DRAGEN-ML
DRAGEN employs machine learning-based variant recalibration (DRAGEN-ML) for germline SNV VC. Variant calling accuracy is improved using powerful and efficient machine learning techniques that augment the variant caller, by exploiting more of the available read and context information that does not easily integrate into the Bayesian processing used by the haplotype variant caller. A supervised machine learning method was developed using truth from the PrecisionFDA v4.2.1 sets to build a model that processes read and other contextual evidence to remove false positives, recover false negatives, and reduce zygosity errors for both SNVs and INDELs.

Additional setup is not required. ML model files for the hg38 and hg19 human references are packaged with the DRAGEN installer.
• | After the installation, the files will be present in the /opt/edico/resources/ml_model/<ref> folder. |
• | DRAGEN-ML is enabled as needed, when running the germline SNV VC. |
• | DRAGEN detects the reference used for analysis, and will use the correct model files. If hg38 or hg19 reference types are not detected, then ML recalibration will automatically be disabled and SNV VC falls back to legacy operation. |

Example DRAGEN CMD line options:
--vc-ml-dir=/path/to/package/directory --vc-ml-enable-recalibration=true
Where /path/to/package/directory contains the extracted support files from the package for DRAGEN-ML

Since the machine learning model extracts information from the read pile-up, DRAGEN-ML requires a run with BAM or FASTQ input. DRAGEN-ML runs concurrently with DRAGEN SNV VC. DRAGEN-ML can be applied to WGS or WES samples. Re-calibration of existing VCF files is not supported.

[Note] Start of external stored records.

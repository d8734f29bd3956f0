import { mkdtempSync, readFileSync, rmSync } from "node:fs";
import { tmpdir } from "node:os";
import { join } from "node:path";
import { gunzipSync } from "node:zlib";
import { afterAll, beforeAll, describe, expect, test } from "vitest";
import { runStormCommand } from "./cli.ts";
import { FROZEN, truthDigest } from "./frozen.ts";
import { generateStorm } from "./generate.ts";
import { WORLDS, worldStorm } from "./worlds.ts";

const folder = mkdtempSync(join(tmpdir(), "worlds-"));
const falseEcho = join(folder, "false-echo");
const blocked = join(folder, "blocked-sector");

beforeAll(async () => {
  await generateStorm({ ...worldStorm("false-echo", 11), folder: falseEcho, gates: true });
  await generateStorm({ ...worldStorm("blocked-sector", 1), folder: blocked });
}, 60_000);
afterAll(() => {
  rmSync(folder, { recursive: true });
});

function read<T>(...path: string[]): T {
  return JSON.parse(readFileSync(join(...path), "utf8")) as T;
}

test("every world has its digests for seeds 1 and 11", () => {
  expect(Object.keys(FROZEN)).toEqual(WORLDS.map(({ name }) => name));
  const digests = Object.values(FROZEN).flatMap((of) => [of[1], of[11]]);
  expect(digests.every((digest) => /^[0-9a-f]{64}$/.test(digest))).toBe(true);
  expect(new Set(digests).size).toBe(2 * WORLDS.length);
});

// The digests were taken without the file of gates: that the first of these has one makes no difference.
test.each([
  ["false-echo", 11, falseEcho],
  ["blocked-sector", 1, blocked],
] as const)("%s, seed %d, is the world that was frozen", (name, seed, made) => {
  const why = "this world has changed: what was measured in it before no longer holds for it";
  expect(truthDigest(made), why).toBe(FROZEN[name]?.[seed]);
});

describe("the truth of a world", () => {
  interface Told {
    readonly world: {
      readonly name: string;
      readonly planted: readonly string[];
      readonly turbineGates: readonly {
        readonly node: string;
        readonly elevationDeg: number;
        readonly gates: readonly { readonly azimuthDeg: number; readonly rangeM: number }[];
      }[];
      readonly interference: readonly {
        readonly node: string;
        readonly start: string;
        readonly azimuthsDeg: readonly number[];
      }[];
    };
  }
  interface Gates {
    readonly flags: Readonly<Record<string, number>>;
    readonly radars: readonly {
      readonly node: string;
      readonly file: string;
      readonly gateCount: number;
      readonly gateM: number;
      readonly sweeps: readonly {
        readonly start: string;
        readonly elevationDeg: number;
        readonly byteOffset: number;
      }[];
    }[];
  }

  test("gates flagged as turbines and interference are those that truth.json tells, in every sweep", () => {
    const { world } = read<Told>(falseEcho, "truth", "truth.json");
    const gates = read<Gates>(falseEcho, "truth", "gates.json");
    expect(world.name).toBe("false-echo");
    expect(world.interference.length).toBeGreaterThan(20);
    for (const { node, file, gateCount, gateM, sweeps } of gates.radars) {
      const bytes = gunzipSync(readFileSync(join(falseEcho, "truth", file)));
      const count = 360 * gateCount;
      expect(bytes.length).toBe(sweeps.length * count * 5);
      for (const { start, elevationDeg, byteOffset } of sweeps) {
        const flags = bytes.subarray(byteOffset + 4 * count, byteOffset + 5 * count);
        const spikes = world.interference.find((hit) => hit.node === node && hit.start === start);
        const spiked = new Set<number>();
        const turbines: { azimuthDeg: number; rangeM: number }[] = [];
        flags.forEach((flag, index) => {
          const azimuthDeg = Math.floor(index / gateCount) + 0.5;
          if (flag & gates.flags.interference!) spiked.add(azimuthDeg);
          if (flag & gates.flags.turbine!) {
            turbines.push({ azimuthDeg, rangeM: ((index % gateCount) + 0.5) * gateM });
          }
        });
        expect([...spiked]).toEqual((spikes?.azimuthsDeg ?? []).toSorted((a, b) => a - b));
        expect(turbines).toEqual(
          world.turbineGates.find((at) => at.node === node && at.elevationDeg === elevationDeg)?.gates,
        );
      }
    }
  });

  test("rain below the gates is that of the grid: the means over the district agree within a tenth", () => {
    const { radars } = read<Gates>(falseEcho, "truth", "gates.json");
    const { file, gateCount, gateM, sweeps } = radars.find(({ node }) => node === "zzmoo")!;
    const bytes = gunzipSync(readFileSync(join(falseEcho, "truth", file)));
    const rates = gunzipSync(readFileSync(join(falseEcho, "truth", "rain_rate.u16.gz")));
    // A disc of 15 km around the radar at 10 km east, 12 km north, half way through the storm.
    const sweep = sweeps.findIndex(
      ({ elevationDeg, start }) => elevationDeg === 0.5 && start.includes("T13:03"),
    );
    let belowGates = 0;
    let area = 0;
    const plane = sweeps[sweep]!.byteOffset + 2 * 360 * gateCount;
    for (let ray = 0; ray < 360; ray++) {
      for (let gate = 0; (gate + 1) * gateM <= 15_000; gate++) {
        belowGates += (gate + 0.5) * bytes.readUInt16LE(plane + 2 * (ray * gateCount + gate));
        area += gate + 0.5;
      }
    }
    const minute = Math.floor(
      (Date.parse(sweeps[sweep]!.start) + 10_000 - Date.UTC(2031, 4, 20, 12)) / 60_000,
    );
    let onGrid = 0;
    let cells = 0;
    for (let row = 0; row < 60; row++) {
      for (let column = 0; column < 60; column++) {
        if (Math.hypot(column - 29.5 - 10, 29.5 - row - 12) > 15) continue;
        onGrid += rates.readUInt16LE(2 * (minute * 3600 + row * 60 + column));
        cells += 1;
      }
    }
    expect(onGrid).toBeGreaterThan(0);
    expect(Math.abs(belowGates / area / (onGrid / cells) - 1)).toBeLessThan(0.1);
  });
});

test("worlds are listed, and options that do not fit together end with the usage and status 2", async () => {
  expect(await runStormCommand(["--list"])).toBe(0);
  expect(await runStormCommand([folder, "--world", "hail", "--preset", "demo"])).toBe(2);
  expect(await runStormCommand([folder, "--world", "hail", "--size", "huge"])).toBe(2);
  expect(await runStormCommand([folder, "--size", "full"])).toBe(2);
  expect(await runStormCommand([folder, "--world", "hail", "--seed", "one"])).toBe(2);
});
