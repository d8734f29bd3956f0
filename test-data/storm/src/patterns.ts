import type { RandomStream } from "./random.ts";
import {
  type Cell,
  DEMO_DRIFT,
  type Drift,
  demoCells,
  type StormShape,
  type WeatherPattern,
} from "./weather.ts";

/**
 * Factors on the Nw of 8000 m-3 mm-1. Rain of the middle latitudes holds some 3,000 and the rain of tropical
 * seas some 30,000 (Bringi et al., 2003, J. Atmos. Sci. 60, 354-365; from memory). With the former,
 * Z = 200 R^1.6 is nearly right on the mean, and with the latter it is not.
 */
const MIDDLE_LATITUDE_DROPS = 0.4;
const TROPICAL_DROPS = 4;

const COMMON = {
  drift: DEMO_DRIFT,
  patchShift: 0,
  wetShare: 0.5,
  dropNumberFactor: MIDDLE_LATITUDE_DROPS,
};
const NO_CELLS = (): readonly Cell[] => [];

/** Widespread rain almost everywhere, and no shower. */
export const STEADY_RAIN: WeatherPattern = {
  ...COMMON,
  cells: NO_CELLS,
  widespreadMeanMm: 7,
  patchShift: 1.1,
  wetShare: 0.95,
};

/** Light widespread rain with dry patches, and no shower. */
export const LIGHT_RAIN: WeatherPattern = {
  ...COMMON,
  cells: NO_CELLS,
  widespreadMeanMm: 2.5,
  patchShift: 0.4,
  wetShare: 0.6,
};

/** Showers and widespread rain together, in which most gauges get some millimetres. */
export const MIXED_RAIN: WeatherPattern = {
  ...COMMON,
  cells: milderCells,
  widespreadMeanMm: 6,
  patchShift: 0.7,
  wetShare: 0.8,
};

/** The same, with hail in the two strongest showers. */
export const MIXED_RAIN_WITH_HAIL: WeatherPattern = {
  ...MIXED_RAIN,
  cells(random, shape) {
    const cells = milderCells(random, shape);
    const strongest = cells.toSorted((a, b) => b.peakMmPerHour - a.peakMmPerHour).slice(0, 2);
    return cells.map((cell) =>
      strongest.includes(cell) ? { ...cell, hailDbz: random.between(59, 63) } : cell,
    );
  },
};

/** Small storms with hail in their middles, in hardly any other rain. */
export const HAIL_STORMS: WeatherPattern = {
  ...COMMON,
  cells: hailCells,
  widespreadMeanMm: 1,
};

/** Showers that hardly move, of many small drops. */
export const WARM_RAIN: WeatherPattern = {
  ...COMMON,
  drift: { xKmPerMinute: 0.07, yKmPerMinute: 0.04 },
  cells: slowCells,
  widespreadMeanMm: 1.5,
  dropNumberFactor: TROPICAL_DROPS,
};

/** A line of strong cells that crosses a place of the map in the middle of the storm, rain on both its sides. */
export function lineAcross(place: { readonly xKm: number; readonly yKm: number }): WeatherPattern {
  return {
    ...COMMON,
    drift: LINE_DRIFT,
    cells: (random, shape) => lineCells(random, shape, place),
    widespreadMeanMm: 4,
    patchShift: 0.6,
    wetShare: 0.75,
  };
}

/** One shower of 1 km that stands still over one place, in light rain. */
export function cloudburstOver(place: { readonly xKm: number; readonly yKm: number }): WeatherPattern {
  return {
    ...LIGHT_RAIN,
    cells: (random, shape) => [
      {
        midMinute: shape.minutes * random.between(0.4, 0.6),
        lifeMinutes: 50,
        ...place,
        xKmPerMinute: 0,
        yKmPerMinute: 0,
        peakMmPerHour: random.between(90, 120),
        longSigmaKm: 1,
        shortSigmaKm: 1,
        axisRad: 0,
      },
    ],
  };
}

const LINE_DRIFT: Drift = { xKmPerMinute: 0.5, yKmPerMinute: 0.3 };

/** The demo's showers crowd in a small district: at two fifths of their strength they add up to a plausible storm. */
function milderCells(random: RandomStream, shape: StormShape): Cell[] {
  return demoCells(random, shape).map((cell) => ({ ...cell, peakMmPerHour: 0.4 * cell.peakMmPerHour }));
}

function lineCells(
  random: RandomStream,
  shape: StormShape,
  place: { readonly xKm: number; readonly yKm: number },
): Cell[] {
  const { minutes, districtHalfKm } = shape;
  const crossingMinute = minutes * random.between(0.4, 0.6);
  // Across the drift, give or take 15 degrees.
  const axisRad =
    Math.atan2(LINE_DRIFT.yKmPerMinute, LINE_DRIFT.xKmPerMinute) + Math.PI / 2 + random.between(-0.26, 0.26);
  const halfLengthKm = 1.7 * districtHalfKm;
  const spacingKm = 5;
  const cells: Cell[] = [];
  for (let along = -halfLengthKm; along <= halfLengthKm; along += spacingKm) {
    const alongKm = along + random.between(-1, 1);
    const acrossKm = random.between(-1, 1);
    cells.push({
      midMinute: crossingMinute + minutes * random.between(-0.08, 0.08),
      lifeMinutes: minutes * random.between(1.1, 1.5),
      xKm: place.xKm + alongKm * Math.cos(axisRad) - acrossKm * Math.sin(axisRad),
      yKm: place.yKm + alongKm * Math.sin(axisRad) + acrossKm * Math.cos(axisRad),
      xKmPerMinute: LINE_DRIFT.xKmPerMinute,
      yKmPerMinute: LINE_DRIFT.yKmPerMinute,
      peakMmPerHour: random.between(45, 100),
      longSigmaKm: random.between(3.5, 5),
      shortSigmaKm: random.between(2, 2.8),
      axisRad: axisRad + random.between(-0.2, 0.2),
    });
  }
  return cells;
}

function slowCells(random: RandomStream, shape: StormShape): Cell[] {
  const { minutes, districtHalfKm } = shape;
  const spread = 1.5 * districtHalfKm;
  const count = Math.round((10 * minutes * districtHalfKm) / (120 * 18));
  return Array.from({ length: count }, () => {
    const shortSigmaKm = random.between(1.8, 3);
    return {
      midMinute: random.between(0.1, 0.9) * minutes,
      lifeMinutes: random.between(60, 110),
      xKm: random.between(-1, 1) * spread,
      yKm: random.between(-1, 1) * spread,
      xKmPerMinute: 0.07 * random.between(0.7, 1.3),
      yKmPerMinute: 0.04 * random.between(0.7, 1.3),
      peakMmPerHour: random.between(35, 90),
      longSigmaKm: shortSigmaKm * random.between(1, 1.4),
      shortSigmaKm,
      axisRad: random.between(0, Math.PI),
    };
  });
}

function hailCells(random: RandomStream, shape: StormShape): Cell[] {
  const { minutes, districtHalfKm } = shape;
  const count = Math.round((4 * minutes) / 120);
  return Array.from({ length: count }, () => {
    const shortSigmaKm = random.between(2.6, 3.6);
    return {
      midMinute: random.between(0.25, 0.75) * minutes,
      lifeMinutes: random.between(70, 110),
      xKm: random.between(-1, 1) * districtHalfKm,
      yKm: random.between(-1, 1) * districtHalfKm,
      xKmPerMinute: DEMO_DRIFT.xKmPerMinute * random.between(0.6, 1),
      yKmPerMinute: DEMO_DRIFT.yKmPerMinute * random.between(0.6, 1),
      peakMmPerHour: random.between(40, 75),
      longSigmaKm: shortSigmaKm * random.between(1, 1.4),
      shortSigmaKm,
      axisRad: random.between(0, Math.PI),
      hailDbz: random.between(60, 66),
    };
  });
}
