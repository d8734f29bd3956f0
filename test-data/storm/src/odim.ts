import { type Group, File as Hdf5File, ready } from "h5wasm/node";
import { codingOf, RAY_COUNT, type RadarPlan, type SweepMoments } from "./radar.ts";

/** One sweep on its way into a file. */
export interface WrittenSweep {
  readonly elevationDeg: number;
  readonly startEpochMs: number;
  readonly endEpochMs: number;
  readonly moments: SweepMoments;
}

const QUANTITIES = ["DBZH", "TH", "VRADH", "ZDR", "RHOHV", "PHIDP"] as const;

/** Above the ground's echo TH says what DBZH says, and is left out: not every sweep has every moment. */
const TH_HIGHEST_DEG = 2;

/** The instant that stands in object headers: the library writes the clock there, and bytes must not depend on it. */
const PINNED_EPOCH_MS = Date.UTC(2031, 0, 1);

/**
 * Opens a new HDF5 file, lets `fill` write into it, and closes it; the same content gives the same bytes.
 *
 * @param layout - compact groups with checksums, or the oldest layout, larger, that may be patched in place
 * @throws Error if the file cannot be created
 */
export async function writeHdf5(
  path: string,
  fill: (root: Group) => void,
  layout: "compact" | "without checksums" = "compact",
): Promise<void> {
  await ready;
  const clock = Date.now;
  Date.now = () => PINNED_EPOCH_MS;
  try {
    const file = new Hdf5File(path, "w", {
      libver: [layout === "compact" ? "v108" : "earliest", "v110"],
    });
    if (file.file_id < 0n) throw new Error(`cannot create ${path}`);
    try {
      fill(file);
    } finally {
      file.close();
    }
  } finally {
    Date.now = clock;
  }
}

/** Fixed-length text, as ODIM asks. */
export function putText(group: Group, name: string, text: string): void {
  group.create_attribute(name, text, [], `S${Buffer.byteLength(text) + 1}`);
}

/** A real number, or a row of them. */
export function putReal(group: Group, name: string, value: number | Float64Array): void {
  group.create_attribute(name, value, typeof value === "number" ? [] : [value.length], "<d");
}

/** A whole number. */
export function putWhole(group: Group, name: string, value: number): void {
  group.create_attribute(name, BigInt(value) as unknown as number, [], "<q");
}

/** ODIM's way to write an instant: YYYYMMDD and HHmmss, UTC. */
export function odimDateTime(epochMs: number): { date: string; time: string } {
  const iso = new Date(epochMs).toISOString();
  return { date: iso.slice(0, 10).replaceAll("-", ""), time: iso.slice(11, 19).replaceAll(":", "") };
}

/**
 * Writes sweeps of one radar as ODIM_H5 2.3: object PVOL for a whole round, SCAN for a single sweep.
 *
 * @param nominalEpochMs - the round's nominal time
 */
export function writeSweeps(
  path: string,
  radar: RadarPlan,
  place: { readonly lonDeg: number; readonly latDeg: number },
  nominalEpochMs: number,
  sweeps: readonly WrittenSweep[],
): Promise<void> {
  return writeHdf5(path, (root) => {
    putText(root, "Conventions", "ODIM_H5/V2_3");
    const what = root.create_group("what");
    putText(what, "object", radar.files === "volumes" ? "PVOL" : "SCAN");
    putText(what, "version", "H5rad 2.3");
    const nominal = odimDateTime(nominalEpochMs);
    putText(what, "date", nominal.date);
    putText(what, "time", nominal.time);
    putText(what, "source", `NOD:${radar.node},PLC:${radar.name}`);
    const where = root.create_group("where");
    putReal(where, "lon", place.lonDeg);
    putReal(where, "lat", place.latDeg);
    putReal(where, "height", radar.antennaHeightM);
    const how = root.create_group("how");
    putText(how, "simulated", "True");
    putText(
      how,
      "comment",
      "Invented data of an invented district, Saltermoor: no such radar and no such storm",
    );
    putReal(how, "wavelength", Math.round(radar.wavelengthM * 1e5) / 1e3);
    putReal(how, "beamwidth", radar.beamWidthDeg);
    sweeps.forEach((sweep, i) => {
      writeSweep(root.create_group(`dataset${i + 1}`), radar, sweep);
    });
  });
}

function writeSweep(dataset: Group, radar: RadarPlan, sweep: WrittenSweep): void {
  const what = dataset.create_group("what");
  putText(what, "product", "SCAN");
  const start = odimDateTime(sweep.startEpochMs);
  const end = odimDateTime(sweep.endEpochMs);
  putText(what, "startdate", start.date);
  putText(what, "starttime", start.time);
  putText(what, "enddate", end.date);
  putText(what, "endtime", end.time);
  const where = dataset.create_group("where");
  putReal(where, "elangle", sweep.elevationDeg);
  putReal(where, "rstart", 0);
  putReal(where, "rscale", radar.gateM);
  putWhole(where, "nrays", RAY_COUNT);
  putWhole(where, "nbins", radar.gateCount);
  putWhole(where, "a1gate", radar.firstRay);
  const how = dataset.create_group("how");
  putReal(how, "NI", radar.nyquistMPerS);
  if (radar.rayTimes) putRayTimes(how, radar, sweep);
  const written = QUANTITIES.filter((quantity) => quantity !== "TH" || sweep.elevationDeg <= TH_HIGHEST_DEG);
  written.forEach((quantity, i) => {
    const group = dataset.create_group(`data${i + 1}`);
    const coding = codingOf(quantity, radar);
    const codes = group.create_group("what");
    putText(codes, "quantity", quantity);
    putReal(codes, "gain", coding.gain);
    putReal(codes, "offset", coding.offset);
    putReal(codes, "nodata", coding.nodata);
    putReal(codes, "undetect", coding.undetect);
    putArray(group, sweep.moments[quantity], radar.gateCount);
  });
}

/** An array of rays by gates in one compressed chunk. */
export function putArray(group: Group, values: Uint8Array | Uint16Array, gateCount: number): void {
  const shape = [values.length / gateCount, gateCount];
  const data = group.create_dataset({
    name: "data",
    data: values,
    shape,
    dtype: values instanceof Uint8Array ? "<B" : "<H",
    chunks: shape,
    compression: "gzip",
    compression_opts: 4,
  });
  putText(data as unknown as Group, "CLASS", "IMAGE");
  putText(data as unknown as Group, "IMAGE_VERSION", "1.2");
}

/** Azimuths and times at both ends of every ray, stored from north though measured from `firstRay`. */
function putRayTimes(how: Group, radar: RadarPlan, sweep: WrittenSweep): void {
  const rays = Array.from({ length: RAY_COUNT }, (_, ray) => ray);
  const seconds = (sweep.endEpochMs - sweep.startEpochMs) / 1000 / RAY_COUNT;
  const startT = rays.map(
    (ray) => sweep.startEpochMs / 1000 + ((ray - radar.firstRay + RAY_COUNT) % RAY_COUNT) * seconds,
  );
  putReal(how, "startazA", Float64Array.from(rays));
  putReal(
    how,
    "stopazA",
    Float64Array.from(rays, (ray) => (ray + 1) % RAY_COUNT),
  );
  putReal(how, "startazT", Float64Array.from(startT));
  putReal(
    how,
    "stopazT",
    Float64Array.from(startT, (t) => t + seconds),
  );
}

DRAGEN-ML recalibrates all quality scores, changing the values of the QUAL and GQ fields in the output VCF/GVCF.
• | DRAGEN-ML also updates PL and GP in the output VCF/GVCF. |
• | The genotypes (GT field) of some variants may be changed by ML eg, 0/1 to 1/1 or vice versa. |
• | DRAGEN-ML PHRED scores are limited to a maximum value of around 60-70. Therefore, the QUAL filtering threshold is set to 3 when DRAGEN-ML is enabled, compared to 10 for DRAGEN-VC when DRAGEN-ML is disabled. |
The following variants types are re-calibrated:
• | Biallelic and multiallelic variants |
• | Autosomes and sex chromosomes, including haploid positions |
• | Force GT calls |
• | Non primary contigs |

DRAGEN-ML typically removes 30-50% of SNP FPs, with smaller gains on INDELS. FN counts are reduced by 10% or more. The output QUAL/GQ of DRAGEN-ML is empirically more accurately calibrated than DRAGEN SNV VC without ML. There are significant gains in accuracy statistics across the entire genome with ML enabled. Note that a small number of variant calls may have degraded accuracy with ML enabled compared to VC without ML.

DRAGEN-ML adds about 10% to the run time compared to runs without ML.